Se ne parlava da tempo, e ora la Super League è in arrivo: un campionato esclusivo con 15 tra i club calcistici più prestigiosi d’Europa che affronteranno squadre scelte dai campionati nazionali.

La Super League è ormai una realtà prossima, ma le critiche non si placano: molti sostengono che sia un campionato elitario contrario allo spirito del calcio. In sostanza la competizione e lo sport verrebbro sacrificati in nome di guadagni stratosferici.

La UEFA, si dissocia da questo progetto dichiarandosi fortemente contraria a questo progetto.

La Super League è in arrivo: di che si tratta?
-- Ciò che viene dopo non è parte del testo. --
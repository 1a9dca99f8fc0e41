import { fail, formatPath, type IssuePath } from "../errors/index.js";
import type { Model } from "./model.js";

/** Where the member's stiffness comes from in the model. */
export const stiffnessPath = (model: Model): IssuePath => (model.segments === undefined ? (model.I === undefined ? ["section"] : ["I"]) : ["segments"]);

const STIFFNESS = { cause: "stiffness", hint: "the member is too flexible for the loads: check the units and size of E and I" } as const;
const SECTION = { cause: "section", hint: "check the section's dimensions and units" } as const;
const LOADS = { cause: "loads", hint: "check the sizes and units of the loads and supports" } as const;

/** The input most likely behind a result field that is not finite, and what to check. */
const CAUSES: Readonly<Record<string, { readonly cause: "stiffness" | "section" | "loads" | "limits"; readonly hint: string }>> = {
  slope: STIFFNESS,
  deflection: STIFFNESS,
  section: SECTION,
  stress: SECTION,
  checks: { cause: "limits", hint: "check the sizes and units of the limits" },
};

/**
 * Refuses a result that double precision cannot hold (a member so flexible, or loads so large,
 * that a deflection or moment overflows), pointing at the input that most likely caused it.
 *
 * @throws FlexuraError `result-not-finite`, always.
 */
export function refuseNotFinite(model: Model, where: IssuePath, value: number): never {
  const [head, second] = where;
  const field = String(head === "diagrams" ? second : head);
  const { cause, hint } = Object.hasOwn(CAUSES, field) ? (CAUSES[field] ?? LOADS) : LOADS;
  const path: IssuePath = cause === "stiffness" ? stiffnessPath(model) : [cause];
  fail("result-not-finite", path, `The result ${formatPath(where)} is ${value}, beyond what double precision can hold: ${hint}.`, { result: formatPath(where), value: String(value) });
}
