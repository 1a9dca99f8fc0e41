import type { IssuePath } from "../errors/index.js";

/** What {@link plainResults} found: the copy, and where the first number that is not finite was. */
export interface PlainResults<T> {
  /** The copy, every -0 made 0. */
  readonly value: T;
  /** Path of the first NaN or infinity met, in the order the fields were written; undefined when there is none. */
  readonly notFinite: IssuePath | undefined;
  /** That value. */
  readonly bad: number;
}

/**
 * A copy of plain data (objects, arrays, numbers, strings, booleans) with every -0 made 0, so that
 * the typed results and their JSON form (which cannot hold -0) are equal value for value; it also
 * notes the first number that is not finite, so that no result carries NaN or an infinity silently.
 */
export function plainResults<T>(value: T): PlainResults<T> {
  const keys: (string | number)[] = [];
  let notFinite: IssuePath | undefined;
  let bad = 0;
  const copy = (v: unknown): unknown => {
    if (typeof v === "number") {
      if (notFinite === undefined && !Number.isFinite(v)) {
        notFinite = [...keys];
        bad = v;
      }
      return v + 0; // -0 + 0 is +0
    }
    if (Array.isArray(v)) {
      const out: unknown[] = new Array<unknown>(v.length);
      for (let i = 0; i < v.length; i++) {
        keys.push(i);
        out[i] = copy(v[i]);
        keys.pop();
      }
      return out;
    }
    if (typeof v === "object" && v !== null) {
      const out: Record<string, unknown> = {};
      for (const k of Object.keys(v)) {
        keys.push(k);
        out[k] = copy((v as Record<string, unknown>)[k]);
        keys.pop();
      }
      return out;
    }
    return v;
  };
  return { value: copy(value) as T, notFinite, bad };
}
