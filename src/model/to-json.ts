import type { ModelFile, ModelFileLoad, ModelFileSupport } from "./file.js";
import type { ModelFileMaterial, ModelFileSection, ModelFileSectionPart } from "./file-section.js";
import type { ModelCombinationEntry } from "./combination-types.js";
import type { Model, ModelDeflectionLimit, ModelLoad, ModelMaterial, ModelSupport } from "./model.js";
import type { ModelSection, ModelSectionPart } from "./section-types.js";

const materialToJson = (m: ModelMaterial): ModelFileMaterial => ({ ...m });

function partToJson(p: ModelSectionPart): ModelFileSectionPart {
  const common = {
    ...(p.hole ? { hole: true } : {}),
    ...(p.material === undefined ? {} : { material: materialToJson(p.material) }),
    ...(p.modularRatio === undefined ? {} : { modularRatio: p.modularRatio }),
    ...(p.bendingStress === undefined ? {} : { bendingStress: p.bendingStress }),
    ...(p.shearStress === undefined ? {} : { shearStress: p.shearStress }),
  };
  switch (p.kind) {
    case "polygon":
      return { type: "polygon", points: p.points.map((q) => ({ y: q.y, z: q.z })), ...common };
    case "circle":
      return { type: "circle", centre: { ...p.centre }, radius: p.radius, ...common };
    case "sector":
      return { type: "sector", centre: { ...p.centre }, radius: p.radius, startAngle: p.startAngle, sweep: p.sweep, ...common };
    case "fillet":
      return { type: "fillet", corner: { ...p.corner }, radius: p.radius, orientation: p.orientation, ...common };
    default:
      return p satisfies never;
  }
}

function sectionToJson(s: ModelSection): ModelFileSection {
  switch (s.shape) {
    case "plate-girder":
      return { shape: "plate-girder", topFlange: { ...s.topFlange }, web: { ...s.web }, ...(s.bottomFlange === undefined ? {} : { bottomFlange: { ...s.bottomFlange } }) };
    case "built-up":
      return { shape: "built-up", parts: s.parts.map(partToJson) };
    default:
      return { ...s.dimensions, shape: s.shape };
  }
}

function supportToJson(s: ModelSupport): ModelFileSupport {
  return {
    at: s.at,
    type: s.kind,
    ...(s.stiffness === undefined ? {} : { stiffness: s.stiffness }),
    ...(s.rotationalStiffness === undefined ? {} : { rotationalStiffness: s.rotationalStiffness }),
    ...(s.settlement === undefined ? {} : { settlement: s.settlement }),
    ...(s.rotation === undefined ? {} : { rotation: s.rotation }),
  };
}

function loadToJson(l: ModelLoad): ModelFileLoad {
  const loadCase = l.case === undefined ? {} : { case: l.case };
  switch (l.kind) {
    case "point":
      return { type: "point", at: l.at, value: l.value, ...loadCase };
    case "couple":
      return { type: "moment", at: l.at, value: l.value, ...loadCase };
    case "distributed":
      return { type: "distributed", from: l.from, to: l.to, start: l.start, end: l.end, ...loadCase };
    default:
      return l satisfies never;
  }
}

/**
 * Writes a {@link Model} back as a model file: every unit named, every number plain (in those
 * units), `kind` tags as JSON `type`s (a `"couple"` as `"moment"`). `parseModel` of the result gives
 * the same model again.
 *
 * @param model - A model from `parseModel`. It is not changed.
 * @returns A plain object ready for `JSON.stringify`.
 * @example
 * ```ts
 * const text = JSON.stringify(modelToJson(parseModel(file)), null, 2);
 * ```
 */
export function modelToJson(model: Model): ModelFile {
  const limits = model.limits;
  const deflection = limits.deflection;
  return {
    format: model.format,
    ...(model.name === undefined ? {} : { name: model.name }),
    ...(model.description === undefined ? {} : { description: model.description }),
    units: { ...model.units },
    length: model.length,
    ...(model.E === undefined ? {} : { E: model.E }),
    ...(model.I === undefined ? {} : { I: model.I }),
    ...(model.segments === undefined ? {} : { segments: model.segments.map((s) => ({ from: s.from, to: s.to, E: s.E, I: s.I })) }),
    ...(model.section === undefined ? {} : { section: sectionToJson(model.section) }),
    ...(model.material === undefined ? {} : { material: materialToJson(model.material) }),
    supports: model.supports.map(supportToJson),
    hinges: [...model.hinges],
    loads: model.loads.map(loadToJson),
    limits: {
      ...(deflection === undefined ? {} : { deflection: deflection.kind === "ratio" ? `span/${deflection.ratio}` : deflection.value }),
      ...(limits.bendingStress === undefined ? {} : { bendingStress: limits.bendingStress }),
      ...(limits.shearStress === undefined ? {} : { shearStress: limits.shearStress }),
    },
    ...combinationsToJson(model),
  };
}

const limitToJson = (l: ModelDeflectionLimit): number | string => (l.kind === "ratio" ? `span/${l.ratio}` : l.value);

/** The cases, combinations, patterns, self-weight and check groups of a model, as a model file writes them. */
function combinationsToJson(model: Model): Pick<ModelFile, "cases" | "settlementCase" | "selfWeight" | "combinations" | "patterns" | "checkGroups"> {
  const g = model.checkGroups;
  return {
    ...(model.cases === undefined ? {} : { cases: model.cases.map((c) => ({ ...c })) }),
    ...(model.settlementCase === undefined ? {} : { settlementCase: model.settlementCase }),
    ...(model.selfWeight === undefined ? {} : { selfWeight: { case: model.selfWeight.case, unitWeight: model.selfWeight.unitWeight } }),
    ...(model.combinations === undefined ? {} : { combinations: model.combinations.map((c) => JSON.parse(JSON.stringify(c)) as ModelCombinationEntry) }),
    ...(model.patterns === undefined ? {} : { patterns: { ...model.patterns } }),
    ...(g === undefined
      ? {}
      : {
          checkGroups: {
            ...(g.stress === undefined ? {} : { stress: g.stress.map((s) => ({ ...s, combinations: typeof s.combinations === "string" ? s.combinations : [...s.combinations] })) }),
            ...(g.deflection === undefined
              ? {}
              : {
                  deflection: g.deflection.map((d) => ({
                    name: d.name,
                    ...(d.factors === undefined ? {} : { factors: { ...d.factors } }),
                    ...(d.combinations === undefined ? {} : { combinations: typeof d.combinations === "string" ? d.combinations : [...d.combinations] }),
                    limit: Array.isArray(d.limit) ? d.limit.map(limitToJson) : limitToJson(d.limit as ModelDeflectionLimit),
                  })),
                }),
          },
        }),
  };
}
Super League è in arrivo- Politically Uncorrect
Super League è in arrivo- Politically Uncorrect

I fondatori al momento sono 12: Liverpool, Manchester City, Chelsea, Arsenal, Tottenham, Manchester United, Real Madrid, Barcellona, Atletico Madrid, Juventus, Inter, Milan. Mancano ancora 3 squadre tra le più prestigiose d’Europa, tra cui Paris- Saint Germain e Bayern Monaco che sarebbero stati contattati ma non avrebbero ancora aderito.

Presidente è Florentino López, che attualmente ricopre la stessa carica nel Real Madrid; tra i vice presidenti Andrea Agnelli, stesso ruolo di Lopez alla Juventus, che ha lasciato la presidenza dell’ECA, l’associazione dei club europei, a causa della posizione contraria al progetto della Super League.

Come funziona questo nuovo torneo? Le 15 squadre (ricordiamo che ancora ne mancano 3) più 5 scelte in base ai risultati dei campionati nazionali, si affronterebbero in partite infrasettimanali. La retrocessione non è una delle opzioni del nuovo torneo.

La prima fase prevede due gironi da 10 squadre, la seconda sarebbe ad eliminazione diretta a seguito di una sfida tra le prime 4 classificate di ciascun girone.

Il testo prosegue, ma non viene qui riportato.